Keith O’Brien, who is accused of acting as a spy for HR software firm Deel, submitted an affidavit to an Irish court this week in which he says he was paid by Deel to disclose confidential information about its competitor Rippling, another HR software company. He says co-founder and CEO of Deel Alex Bouaziz directly suggested he keep his job at Rippling and work as an inside man.

“I recall him specifically mentioning James Bond,” O’Brien wrote. “I asked him what he meant. He said he would offer me a monetary award if I agreed to spy on Rippling for Deel.” 

Deel did not immediately respond to Fortune’s request for comment. Rippling did not immediately respond to Fortune’s request for comment. Rippling CEO Parker Conrad posted parts of the affidavit on X Tuesday, writing that Bouaziz “personally orchestrated his company’s alleged spy scheme, the spy said in a full confession

O’Brien writes that he was asked to provide Bouaziz with information regarding Rippling’s “ways of doing things” which he inferred to mean corporate strategy, customer insights and other confidential company information. O’Brien says he communicated with Bouaziz multiple times per day, and even on weekends. In November, he says he was awarded $6,000 for the insights he passed along, and continued to receive payments monthly in exchange for valuable information, according to the court filing. 
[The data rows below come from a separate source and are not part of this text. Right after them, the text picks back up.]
"""The real dashboard in tmux, driven as a person over SSH would: keys in, screen text out."""
from __future__ import annotations

import os
import re
import shlex
import shutil
import subprocess
import sys
import textwrap
import time
from pathlib import Path

import psutil
import pytest

ROOT = Path(__file__).resolve().parents[1]
TMUX = shutil.which("tmux") or ("/usr/bin/tmux" if os.path.exists("/usr/bin/tmux") else None)

pytestmark = pytest.mark.skipif(TMUX is None, reason="tmux is not installed (apt-get install tmux)")

# A stand-in job: journals a start line with its own pid, a member every 50 ms, and on a stop
# request ends with a "stopped" line, as the training loop does (see the run-directory notes).
JOB = textwrap.dedent("""
    import sys, time
    from pathlib import Path
    from baggr.runs.journal import JournalWriter, stop_requested
    from tui.fake import member_fields, start_fields
    run = Path(sys.argv[1])
    with JournalWriter(run / "journal.jsonl") as w:
        w.write("start", **start_fields(members_target=100000))
        for m in range(1, 100001):
            if stop_requested(run):
                w.write("checkpoint", member=m - 1)
                w.write("end", status="stopped", reason="stop requested", member=m - 1, elapsed=0.05 * m)
                break
            w.write("member", **member_fields(m))
            time.sleep(0.05)
""")


class Tmux:
    """One tmux server on its own socket, so no other session is ever touched."""

    def __init__(self, name: str):
        self.base = [TMUX, "-L", name]

    def __call__(self, *args, check=True) -> str:
        return subprocess.run(self.base + list(args), capture_output=True, text=True, check=check).stdout

    def screen(self) -> str:
        return self("capture-pane", "-p", "-t", "dash")

    def wait_for(self, *words, timeout: float = 30.0) -> str:
        """The screen once it shows every word (a generous deadline, not a timing check)."""
        deadline = time.monotonic() + timeout
        while True:
            text = self.screen()
            if all(w in text for w in words):
                return text
            if time.monotonic() > deadline:
                raise AssertionError(f"the screen never showed {words}:\n{text}")
            time.sleep(0.1)

    def alive(self) -> bool:
        return subprocess.run(self.base + ["has-session", "-t", "dash"], capture_output=True).returncode == 0


def test_dashboard_in_tmux(tmp_path):
    run_dir = tmp_path / "nu"
    run_dir.mkdir()
    env = dict(os.environ, PYTHONPATH=str(ROOT))
    env.pop("NO_COLOR", None)
    job = subprocess.Popen([sys.executable, "-c", JOB, str(run_dir)], cwd=ROOT, env=env)
    tmux = Tmux(f"baggr-test-{os.getpid()}")
    try:
        cmd = f"cd {shlex.quote(str(ROOT))} && PYTHONPATH={shlex.quote(str(ROOT))} " \
              f"{shlex.quote(sys.executable)} -m tui {shlex.quote(str(run_dir))}"
        tmux("new-session", "-d", "-s", "dash", "-x", "100", "-y", "30", cmd)
        text = tmux.wait_for("of 100,000", "running", "by class")
        pane_pid = int(tmux("list-panes", "-t", "dash", "-F", "#{pane_pid}").split()[0])
        assert "members axis: linear" in text and "running · pid" in text

        tmux("send-keys", "-t", "dash", "l")
        tmux.wait_for("members axis: log")
        tmux("send-keys", "-t", "dash", "c")
        tmux.wait_for("members axis: log")          # the class highlight has no words: it must not break
        tmux("send-keys", "-t", "dash", "?")
        tmux.wait_for("keys", "leave the dashboard")
        tmux("send-keys", "-t", "dash", "Escape")
        deadline = time.monotonic() + 10
        while "leave the dashboard" in tmux.screen() and time.monotonic() < deadline:
            time.sleep(0.1)
        assert "leave the dashboard" not in tmux.screen()

        tmux("send-keys", "-t", "dash", "s")
        tmux.wait_for("stop the job?", "the job is at")
        assert not (run_dir / "stop").exists()      # asked first, nothing written yet
        tmux("send-keys", "-t", "dash", "y")
        deadline = time.monotonic() + 10
        while not (run_dir / "stop").exists() and time.monotonic() < deadline:
            time.sleep(0.05)
        assert (run_dir / "stop").exists()
        # The job sees it, ends cleanly, and the dashboard says so.
        assert job.wait(timeout=30) == 0
        tmux.wait_for("stopped on request")

        tmux("send-keys", "-t", "dash", "q")
        deadline = time.monotonic() + 15
        while tmux.alive() and time.monotonic() < deadline:
            time.sleep(0.1)
        assert not tmux.alive()                      # the command ended, so did its session
        assert not psutil.pid_exists(pane_pid) or psutil.Process(pane_pid).status() == psutil.STATUS_ZOMBIE
    finally:
        if job.poll() is None:
            job.kill()
            job.wait()
        tmux("kill-server", check=False)


def start_job(run_dir) -> subprocess.Popen:
    env = dict(os.environ, PYTHONPATH=str(ROOT))
    return subprocess.Popen([sys.executable, "-c", JOB, str(run_dir)], cwd=ROOT, env=env)


def in_pane(command: str) -> str:
    """A pane command that runs `command`, then says its exit code and keeps the pane open to be read."""
    return f"cd {shlex.quote(str(ROOT))} && PYTHONPATH={shlex.quote(str(ROOT))} {command}; echo \"exit=$?\"; sleep 300"


def joined(tmux) -> str:
    """The pane's text with wrapped lines joined, as the program wrote them."""
    return tmux("capture-pane", "-p", "-J", "-t", "dash")


def test_ctrl_c_leaves_the_dashboard_and_the_job_goes_on_at_80x24(tmp_path):
    # Ctrl-C showed the framework's "press ctrl+q" notice; the README says it leaves, the job going on.
    run_dir = tmp_path / "omega"
    run_dir.mkdir()
    job = start_job(run_dir)
    tmux = Tmux(f"baggr-test-c-{os.getpid()}")
    try:
        deadline = time.monotonic() + 30
        while not (run_dir / "journal.jsonl").exists():      # a run directory once the job has written
            assert time.monotonic() < deadline and job.poll() is None, "the stand-in job did not start"
            time.sleep(0.05)
        cmd = f"{shlex.quote(sys.executable)} -m baggr.cli watch {shlex.quote(str(run_dir))}"
        tmux("new-session", "-d", "-s", "dash", "-x", "80", "-y", "24", in_pane(cmd))
        tmux.wait_for("of 100,000", "running · pid", "by class")
        tmux("send-keys", "-t", "dash", "C-c")
        deadline = time.monotonic() + 60
        while "exit=" not in joined(tmux) and time.monotonic() < deadline:
            time.sleep(0.1)
        text = joined(tmux)
        assert "exit=0" in text and "ctrl+q" not in text
        said = [ln for ln in text.splitlines() if ln.startswith("left the dashboard")]
        assert len(said) == 1                                  # one line: the job goes on, and how to stop it
        assert f"the job goes on (pid {job.pid})" in said[0] and f"baggr stop {run_dir}" in said[0]
        assert job.poll() is None and not (run_dir / "stop").exists()
    finally:
        if job.poll() is None:
            job.kill()
            job.wait()
        tmux("kill-server", check=False)


def test_foreground_progress_line_keeps_the_bar_the_count_and_the_error_at_80x24(tmp_path):
    # At 80 columns the line read "training OOB error 0.1395 ... le…": no bar, no member count.
    import pyarrow as pa
    import pyarrow.csv as pacsv
    sys.path.insert(0, str(ROOT / "tests"))
    from generators import noisy_halves
    data = tmp_path / "halves.csv"
    pacsv.write_csv(pa.table(noisy_halves(3000, seed=3)), data)
    run_dir = tmp_path / "fg"
    tmux = Tmux(f"baggr-test-f-{os.getpid()}")
    try:
        cmd = (f"{shlex.quote(sys.executable)} -m baggr.cli train {shlex.quote(str(data))} --target label "
               f"--members 600 --threads 2 --foreground --run-dir {shlex.quote(str(run_dir))}")
        tmux("new-session", "-d", "-s", "dash", "-x", "80", "-y", "24", in_pane(cmd))
        seen = []
        deadline = time.monotonic() + 240
        while time.monotonic() < deadline:
            text = tmux.screen()
            seen += [ln for ln in text.splitlines() if "/600" in ln]
            if "exit=" in text:
                break
            time.sleep(0.2)
        assert "exit=0" in tmux.screen() and "finished: 600 members" in tmux.screen()
        assert seen and any("600/600" in ln for ln in seen)
        for ln in seen:                                        # mid-run and final lines alike
            assert len(ln.rstrip()) <= 80 and "…" not in ln
            done = re.search(r"\b([\d,]+)/600\b", ln)
            assert "━" in ln and done
            if done.group(1) != "0":                           # before the first member there is no error yet
                assert re.search(r"OOB error \d+\.\d\d%", ln), ln
    finally:
        tmux("kill-server", check=False)
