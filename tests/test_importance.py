"""OOB permutation importance (Breiman 2001, section 10) and the impurity decrease."""
import numpy as np
import pytest

import baggr
import naive
from baggr.engine import Training
from baggr.learn.rng import STREAM_IMPORTANCE, below, stream_state
from baggr.oob import importance as I
from generators import friedman1, twonorm, waveform


def _mixed_table(n, seed):
    """Numeric, categorical and missing cells, a three-class target (test data, no source)."""
    rng = np.random.default_rng(seed)
    a = rng.normal(size=n)
    b = rng.normal(size=n)
    b[rng.random(n) < 0.1] = np.nan
    colour = rng.choice(["red", "green", "blue", "grey"], n)
    y = np.where(a + (colour == "red") > 0.5, "hi", np.where(np.nan_to_num(b) > 0, "mid", "lo"))
    return {"a": a, "b": b, "colour": colour, "noise": rng.normal(size=n)}, y


def _naive_rises(codes, tree, rows, y, regression, seed, member):
    """Permute each feature's codes among the OOB rows with the member's stream (Fisher-Yates, the
    features in order), route every row from the root (naive.route) and sum the change in loss."""
    state = stream_state(seed, member, STREAM_IMPORTANCE)
    p = codes.shape[0]
    leaf0 = naive.route(codes, rows, tree)
    top = np.argmax(tree.value, axis=1)

    def loss(leaves):
        if regression:
            return (tree.value[leaves, 0] - y[rows]) ** 2
        return (top[leaves] != y[rows]).astype(float)

    base = loss(leaf0)
    out = np.zeros(p)
    for f in range(p):
        col = codes[f, rows].copy()
        for i in range(rows.shape[0] - 1, 0, -1):
            j = below(state, i + 1)
            col[i], col[j] = col[j], col[i]
        changed = codes.copy()
        changed[f, rows] = col
        diff = loss(naive.route(changed, rows, tree)) - base
        out[f] = sum(float(d) for d in diff if d != 0.0)   # in row order, as the kernel adds them
    return out


@pytest.mark.parametrize("task", ["classes", "regression", "wide"])
def test_member_rises_equal_a_brute_force_recount(task):
    if task == "classes":
        X, y = _mixed_table(600, seed=1)
    elif task == "wide":    # more than 64 features: the kernel's feature sets take two words
        X, y = friedman1(300, seed=12, p=70)
        task = "regression"
    else:
        X, y = friedman1(500, seed=2)
    cfg = baggr.Config(members=4, seed=3, importance=True, min_leaf=2, features_per_split=0.5)
    tr = Training(X, y, cfg)
    yy = tr.prep.y_class if task == "classes" else tr.prep.y_value
    for m in range(3):
        res = tr.grower.grow_member(m)
        rows = res.delta.rows
        want = _naive_rises(tr.prep.codes, res.tree, rows, yy, task == "regression", 3, m)
        np.testing.assert_allclose(res.importance.rise * rows.shape[0], want, rtol=1e-12, atol=1e-12)
        if task == "classes":
            # overall rise = the class rises weighted by the member's OOB rows of each class
            mi = res.importance
            w = mi.class_rows / mi.rows
            np.testing.assert_allclose(np.nansum(mi.class_rise * w, axis=1), mi.rise, rtol=1e-12, atol=1e-15)
        assert np.any(res.importance.rise != 0)


def test_impurity_decrease_telescopes_to_root_minus_leaves():
    # Each split's decrease is w(v) i(v) - w(l) i(l) - w(r) i(r) (Breiman et al. 1984, CART, ch. 4 and 5):
    # summed over all splits it telescopes to w(root) i(root) - sum over leaves of w i (from the definition).
    X, y = waveform(500, seed=4)
    tr = Training(X, y, baggr.Config(members=2, seed=5, importance=True))
    t = tr.grower.grow_member(0).tree
    leaves = t.left < 0
    want = (t.weight[0] * t.impurity[0] - np.sum(t.weight[leaves] * t.impurity[leaves])) / t.weight[0]
    got = I.impurity_decrease(t, X.shape[1])
    assert got.sum() == pytest.approx(want, rel=1e-12)
    assert np.all(got >= -1e-12)


def test_friedman1_signal_features_stand_out_and_noise_features_do_not():
    # Friedman (1991): y depends on x1..x5 only; x6..x10 are noise.
    X, y = friedman1(1000, seed=6)
    ens = baggr.train(X, y, baggr.Config(members=150, seed=7, importance=True))
    s = I.summary(ens.oob.arrays(), [f"x{j + 1}" for j in range(10)])
    rows = s["permutation"]
    for r in rows[:5]:
        assert r["mean"] > 3 * r["se"], r
    for r in rows[5:]:
        assert abs(r["mean"]) < 2 * r["se"], r
    assert s["members"] == 150


def test_importance_is_bit_identical_across_threads_resume_and_estimate_only():
    X, y = twonorm(400, seed=8)
    cfg = baggr.Config(members=30, seed=9, importance=True, threads=1)
    one = baggr.train(X, y, cfg).oob.arrays()
    two = baggr.train(X, y, cfg.replace(threads=2)).oob.arrays()
    lean = baggr.train(X, y, cfg.replace(keep_members=False, threads=2))
    assert lean.forest is None
    t = Training(X, y, cfg.replace(threads=2))
    t.run(until=11)
    arrays, header = t.checkpoint()
    again = Training(X, y, cfg.replace(threads=2))
    again.restore({k: np.array(v) for k, v in arrays.items()}, header, t.kept())
    resumed = again.run().oob.arrays()
    for other in (two, lean.oob.arrays(), resumed):
        for name in I.ImportanceTally.NAMES:
            np.testing.assert_array_equal(one[name], other[name], err_msg=name)
    # without --importance nothing is measured, and the rest of the run is the same
    plain = baggr.train(X, y, cfg.replace(importance=False)).oob.arrays()
    assert "imp_sum" not in plain
    np.testing.assert_array_equal(plain["votes"], one["votes"])


def test_model_file_keeps_importance_and_rejects_damage(tmp_path):
    X, y = waveform(300, seed=10)
    ens = baggr.train(X, y, baggr.Config(members=10, seed=11, importance=True))
    ens.save(tmp_path / "m.npz")
    back = baggr.load(tmp_path / "m.npz")
    names = [f"f{j}" for j in range(21)]
    assert I.summary(back.oob.arrays(), names, ["a", "b", "c"]) == I.summary(ens.oob.arrays(), names, ["a", "b", "c"])
    from baggr.model import npzfile
    header, arrays = npzfile.read(tmp_path / "m.npz", "model file")
    arrays["oob_imp_sum"] = arrays["oob_imp_sum"][:-1].copy()
    npzfile.write_atomic(tmp_path / "bad.npz", arrays, header)
    with pytest.raises(baggr.ModelFileError, match="importance"):
        baggr.load(tmp_path / "bad.npz")
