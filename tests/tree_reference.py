"""Trees of the tree kernel on small fixed problems, as (shortened) sha256 digests of every array it returns.

The committed digests (tests/data/tree_digests.json) were made by the kernel as it stood before it
was split into named steps (commit 909f52b), through `python bench/kernel_ab.py --old 909f52b
--write-reference`; test_tree.py checks that today's kernel grows the same trees to the last bit.
A change that is meant to change trees writes the file again (with --old HEAD after committing)
and says why.

The tables are built here from the published generators with a plain quantile binning and numpy
draws, so that only the tree kernel (and baggr.learn.rng's streams) stands between them and the
digests. Entropy uses log2 from the C library: a platform whose log2 differs in the last bit would
change those digests, not the Gini and variance ones (only + - * / there).
"""
import dataclasses
import hashlib

import numpy as np

from generators import friedman1, twonorm, waveform

MISSING = 255


def _codes(X, bins=64):
    """Feature-major uint8 codes of X: quantile edges, code = edges at or below the value."""
    n, p = X.shape
    codes = np.empty((p, n), np.uint8)
    n_bins = np.empty(p, np.int32)
    for f in range(p):
        edges = np.unique(np.quantile(X[:, f], np.linspace(0, 1, bins + 1)[1:-1]))
        codes[f] = np.searchsorted(edges, X[:, f], side="right")
        n_bins[f] = len(edges) + 1
    return codes, n_bins


def _levels_and_missing(codes, n_bins, features, levels, missing, seed):
    """Some features made categorical (code // step) and a share of missing codes everywhere."""
    codes, n_bins = codes.copy(), n_bins.copy()
    is_cat = np.zeros(codes.shape[0], np.uint8)
    for f in features:
        codes[f] = codes[f].astype(np.int64) * levels // n_bins[f]
        n_bins[f] = levels
        is_cat[f] = 1
    codes[np.random.default_rng(seed).random(codes.shape) < missing] = MISSING
    return codes, n_bins, is_cat


def problems():
    """name -> (codes, n_bins, is_cat, y_class, y_value, task, n_classes)."""
    X, y = twonorm(2000, seed=11)
    codes, n_bins = _codes(X)
    out = {"twonorm": (codes, n_bins, np.zeros(20, np.uint8), y.astype(np.int32), np.zeros(1), "classes", 2)}
    c, b, k = _levels_and_missing(codes, n_bins, [0, 7, 13], 12, 0.05, 12)
    out["twonorm levels+missing"] = (c, b, k, y.astype(np.int32), np.zeros(1), "classes", 2)
    X, y = waveform(1500, seed=13)
    codes, n_bins = _codes(X)
    c, b, k = _levels_and_missing(codes, n_bins, [2, 9, 16], 9, 0.05, 14)
    out["waveform levels+missing"] = (c, b, k, y.astype(np.int32), np.zeros(1), "classes", 3)
    X, y = friedman1(2000, seed=15)
    codes, n_bins = _codes(X)
    out["friedman1"] = (codes, n_bins, np.zeros(10, np.uint8), np.zeros(1, np.int32), y, "regression", 1)
    c, b, k = _levels_and_missing(codes, n_bins, [1, 3, 8], 10, 0.05, 16)
    out["friedman1 levels+missing"] = (c, b, k, np.zeros(1, np.int32), y, "regression", 1)
    return out


@dataclasses.dataclass(frozen=True)
class Case:
    problem: str
    criterion: str
    features_per_split: int
    min_leaf: int = 1
    depth_limit: int | None = None
    exact_below: int = 48
    keep: bool = True
    oob: str = "class"
    draw_mean: float = 1.0  # Poisson mean of the draw counts

    @property
    def name(self) -> str:
        return ", ".join(f"{f.name}={getattr(self, f.name)}" for f in dataclasses.fields(self)
                         if getattr(self, f.name) != f.default or f.default is dataclasses.MISSING)


CASES = [
    Case("twonorm", "gini", 4),
    Case("twonorm", "entropy", 4, min_leaf=3),
    Case("twonorm", "gini", 4, depth_limit=5, oob="leaf"),
    Case("twonorm", "gini", 20, exact_below=0, draw_mean=2.0),
    Case("twonorm", "gini", 4, keep=False, oob="value"),
    Case("twonorm levels+missing", "gini", 4),
    Case("twonorm levels+missing", "entropy", 6, exact_below=10 ** 6),
    Case("waveform levels+missing", "gini", 4, oob="value"),
    Case("waveform levels+missing", "entropy", 4, min_leaf=2, depth_limit=8),
    Case("friedman1", "variance", 3, oob="value"),
    Case("friedman1", "variance", 3, min_leaf=5, oob="leaf"),
    Case("friedman1 levels+missing", "variance", 4, oob="value"),
    Case("friedman1 levels+missing", "variance", 10, depth_limit=6, keep=False, oob="value", draw_mean=2.0),
]
TREES = 2  # trees per case (members 0 and 1)


def _digest(a) -> str:
    a = np.ascontiguousarray(a)
    return hashlib.sha256(f"{a.dtype.str}{a.shape}".encode() + a.tobytes()).hexdigest()[:16]


def digests(Learner, stream_state, stream) -> dict:
    """{case name: {"member m array": sha256}} of every tree of every case, grown by Learner (the
    class of baggr.learn.tree, of this or another version) with member m's state stream_state(5, m, stream)."""
    tables = problems()
    out = {}
    for case in CASES:
        codes, n_bins, is_cat, y_class, y_value, task, n_classes = tables[case.problem]
        learner = Learner.make(codes, n_bins, is_cat, y_class, y_value, task=task, n_classes=n_classes,
                               criterion=case.criterion, features_per_split=case.features_per_split,
                               min_leaf=case.min_leaf, depth_limit=case.depth_limit, exact_below=case.exact_below)
        found = {}
        for m in range(TREES):
            weights = np.random.default_rng([17, m]).poisson(case.draw_mean, codes.shape[1]).astype(np.int32)
            g = learner.grow(weights, stream_state(5, m, stream), keep=case.keep, oob=case.oob)
            arrays = {"oob_rows": g.oob_rows, "oob_int": g.oob_int, "oob_value": g.oob_value,
                      "visits": np.array([g.visits], np.int64), "n_nodes": np.array([g.n_nodes], np.int64)}
            if g.tree is not None:
                arrays.update({f.name: np.asarray(getattr(g.tree, f.name)) for f in dataclasses.fields(g.tree)
                               if f.name != "visits"})
            found.update({f"member {m} {k}": _digest(v) for k, v in sorted(arrays.items())})
        out[case.name] = found
    return out
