def test_bad_address_is_one_line(medium, tmp_path):
    import socket
    data, reference = medium
    with socket.socket() as s:      # a port nobody listens on
        s.bind(("127.0.0.1", 0))
        port = s.getsockname()[1]
        r = baggr_cli(*train_args(data, tmp_path / "bad", "--cluster", f"tcp://127.0.0.1:{port}"),
                      env={"BAGGR_CLUSTER_TIMEOUT": "1"})
    assert r.returncode == 2 and r.stdout == ""
    assert r.stderr == f"baggr: error: cannot reach a Dask scheduler at tcp://127.0.0.1:{port} within 1 s " \
                       f"(Timed out trying to connect to tcp://127.0.0.1:{port} after 1 s)\n"
    assert not (tmp_path / "bad").exists()     # a run that never started leaves no directory
    r = baggr_cli(*train_args(data, tmp_path / "bad", "--cluster", "http://host:8786"))
    assert r.returncode == 2 and r.stderr.count("\n") == 1 and "not a scheduler address" in r.stderr
    r = baggr_cli("resume", reference, "--no-ui", "--cluster", "local:zero")
    assert r.returncode == 2 and r.stderr == "baggr: error: local:N needs a whole number of workers >= 1, " \
                                             "got 'local:zero'\n"


def test_command_without_the_extra_says_how_to_install(medium, tmp_path):
    data, _ = medium
    code = ("import sys; sys.modules['distributed'] = None; from baggr.cli.main import main; "
            f"sys.exit(main({[str(a) for a in train_args(data, tmp_path / 'none', '--cluster', 'local:2')]!r}))")
    r = subprocess.run([sys.executable, "-c", code], capture_output=True, text=True, timeout=120)
    assert r.returncode == 2
    assert r.stderr == "baggr: error: --cluster needs Dask's distributed scheduler, which is not installed: " \
                       "pip install 'baggr[cluster]'\n"
    assert not (tmp_path / "none").exists()


def _writeable(prep):
    return {k: getattr(prep, k).flags.writeable for k in ("codes", "y_class", "y_value")}


def test_workers_get_the_drivers_read_only_flags(cluster):
    """numba compiles a kernel once per read-only flag of its arrays: the table reaches the workers with
    the driver's flags (Dask's serialisation keeps them), so both run the same compiled code, and a
    local:N worker finds in the cache what the driver's warm-up compiled (numba's typing; from memory)."""
    X, y = labelled(500, seed=1)
    prep = Training(X, y, Config()).prep.for_workers()
    prep.y_class.flags.writeable = False          # as a target read from a CSV file arrives (Arrow's memory)
    shipped = cluster.client.scatter(prep, broadcast=True, hash=False)
    seen = cluster.client.submit(_writeable, shipped, pure=False).result()
    assert seen == _writeable(prep) == {"codes": True, "y_class": False, "y_value": True}


# ---------------------------------------------------------------- TLS

def _certificate(d):
    """A self-signed certificate for 127.0.0.1 (its own authority), made by the openssl command:
    `cryptography`, which distributed's Security.temporary() needs, is not installed here."""
    import shutil
    openssl = shutil.which("openssl")
    if openssl is None:
        pytest.skip("neither cryptography (Security.temporary) nor the openssl command is available")
    cert, key = d / "cert.pem", d / "key.pem"
    subprocess.run([openssl, "req", "-x509", "-newkey", "ec", "-pkeyopt", "ec_paramgen_curve:prime256v1",
                    "-nodes", "-keyout", key, "-out", cert, "-days", "1", "-subj", "/CN=127.0.0.1",
                    "-addext", "subjectAltName=IP:127.0.0.1"], check=True, capture_output=True, timeout=60)
    return str(cert), str(key)
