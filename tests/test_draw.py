"""Draw counts: the out-of-bag share, the count distribution and coverage against their exact values."""
import numpy as np
import pytest
from scipy import stats

from baggr.learn.draw import Drawer


@pytest.mark.parametrize("n, share", [(10, 0.348678), (100, 0.366032), (1000, 0.367695)])
def test_oob_share_matches_one_minus_one_over_n_to_the_n(n, share):
    # Fact of the trade (exact): one bootstrap draw leaves out a row with probability (1 - 1/n)^n.
    assert (1 - 1 / n) ** n == pytest.approx(share, abs=5e-7)
    members = 200_000 // n
    d = Drawer("bootstrap", n, seed=11)
    oob = np.mean([np.count_nonzero(d.counts(m) == 0) for m in range(members)]) / n
    # Each member's OOB count has variance n q (1-q) at most (rows are negatively correlated): 5 sigma.
    sigma = np.sqrt(share * (1 - share) / (n * members))
    assert abs(oob - share) < 5 * sigma
    assert (1 - 1 / n) ** n < 1 / np.e  # tends to 1/e from below


def test_draw_count_is_binomial_n_one_over_n():
    # Fact of the trade: a row's count is Binomial(n, 1/n); reference pmf from scipy.stats.binom.
    n, members = 50, 4000
    d = Drawer("bootstrap", n, seed=3)
    counts = np.concatenate([d.counts(m) for m in range(members)])
    k = np.arange(0, 5)
    observed = np.array([np.count_nonzero(counts == v) for v in k] + [np.count_nonzero(counts >= 5)])
    pmf = stats.binom.pmf(k, n, 1 / n)
    expected = np.concatenate([pmf, [1 - pmf.sum()]]) * counts.size
    assert observed.sum() == counts.size
    # Chi-square goodness of fit (scipy.stats.chisquare); fixed seed, so this is not flaky.
    assert stats.chisquare(observed, expected).pvalue > 1e-3
    assert counts.sum() == n * members  # every member draws exactly n rows


@pytest.mark.parametrize("b, p", [(5, 0.899), (10, 0.9898)])
def test_coverage_after_b_members(b, p):
    # After b members a row was left out at least once with probability 1 - (1 - q)^b, q = (1-1/n)^n.
    n = 1000
    q = (1 - 1 / n) ** n
    assert 1 - (1 - q) ** b == pytest.approx(p, abs=6e-4)
    shares = []
    for seed in range(20):
        d = Drawer("bootstrap", n, seed=seed)
        left_out = np.zeros(n, bool)
        for m in range(b):
            left_out |= d.counts(m) == 0
        shares.append(left_out.mean())
    sigma = np.sqrt(p * (1 - p) / (n * 20))
    assert abs(np.mean(shares) - (1 - (1 - q) ** b)) < 5 * sigma


def test_member_depends_only_on_seed_and_index():
    # DESIGN.md invariant: member m's draw comes from (seed, m) alone, whatever was drawn before.
    a = Drawer("bootstrap", 500, seed=5)
    b = Drawer("bootstrap", 500, seed=5)
    first = [a.counts(m) for m in range(6)]
    backwards = [b.counts(m) for m in reversed(range(6))][::-1]
    for x, y in zip(first, backwards):
        assert np.array_equal(x, y)
    assert not np.array_equal(first[0], first[1])
    assert not np.array_equal(Drawer("bootstrap", 500, seed=6).counts(0), first[0])


def test_balanced_draws_the_smallest_class_size_from_every_class():
    # Chen, Liaw & Breiman (2004), balanced random forests: each class contributes as many draws
    # as the smallest class has rows.
    y = np.array([0] * 700 + [1] * 250 + [2] * 50)
    d = Drawer("balanced", y.size, seed=1, y_class=y)
    for m in range(5):
        c = d.counts(m)
        assert [c[y == k].sum() for k in range(3)] == [50, 50, 50]
    # Rows of the big class are mostly left out of every member.
    c = np.stack([d.counts(m) for m in range(200)])
    big_oob = np.mean(c[:, y == 0] == 0)
    # P(row of class 0 not drawn) = (1 - 1/700)^50 (exact, same argument as the bootstrap).
    assert big_oob == pytest.approx((1 - 1 / 700) ** 50, abs=0.01)


def test_subsample_draws_distinct_rows_with_equal_chance():
    # Selection sampling (Knuth, TAOCP vol. 2, Algorithm S): exactly k rows, each with probability k/n.
    n, frac, members = 200, 0.3, 3000
    d = Drawer("subsample", n, seed=2, fraction=frac)
    c = np.stack([d.counts(m) for m in range(members)])
    assert set(np.unique(c)) <= {0, 1}
    assert np.all(c.sum(axis=1) == 60)
    inclusion = c.mean(axis=0)
    # Each row's inclusion count is Binomial(members, 0.3): 5 sigma around 0.3 for every row.
    sigma = np.sqrt(0.3 * 0.7 / members)
    assert np.all(np.abs(inclusion - 0.3) < 5 * sigma)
At one point, when Rippling began to suspect that something was wrong, O’Brien claims he was asked by Deel’s legal team to purchase a burner phone from Deel’s lawyers, destroy his old one with an axe, and shove it down his mother-in-law’s drain, according to the court affidavit. He further alleges that he was advised by lawyers for Deel that he should leave Ireland and fly with his family to Dubai, and that Deel would pay for his accommodations.

O’Brien says that in March, he agreed to meet with Rippling’s legal team for an interview, and wrote that he was fearful of his safety “given the power and wealth of the individuals involved.”

“I was getting sick of concealing this lie,” he wrote in the affidavit. “I realized that I was harming myself and my family to protect Deel.”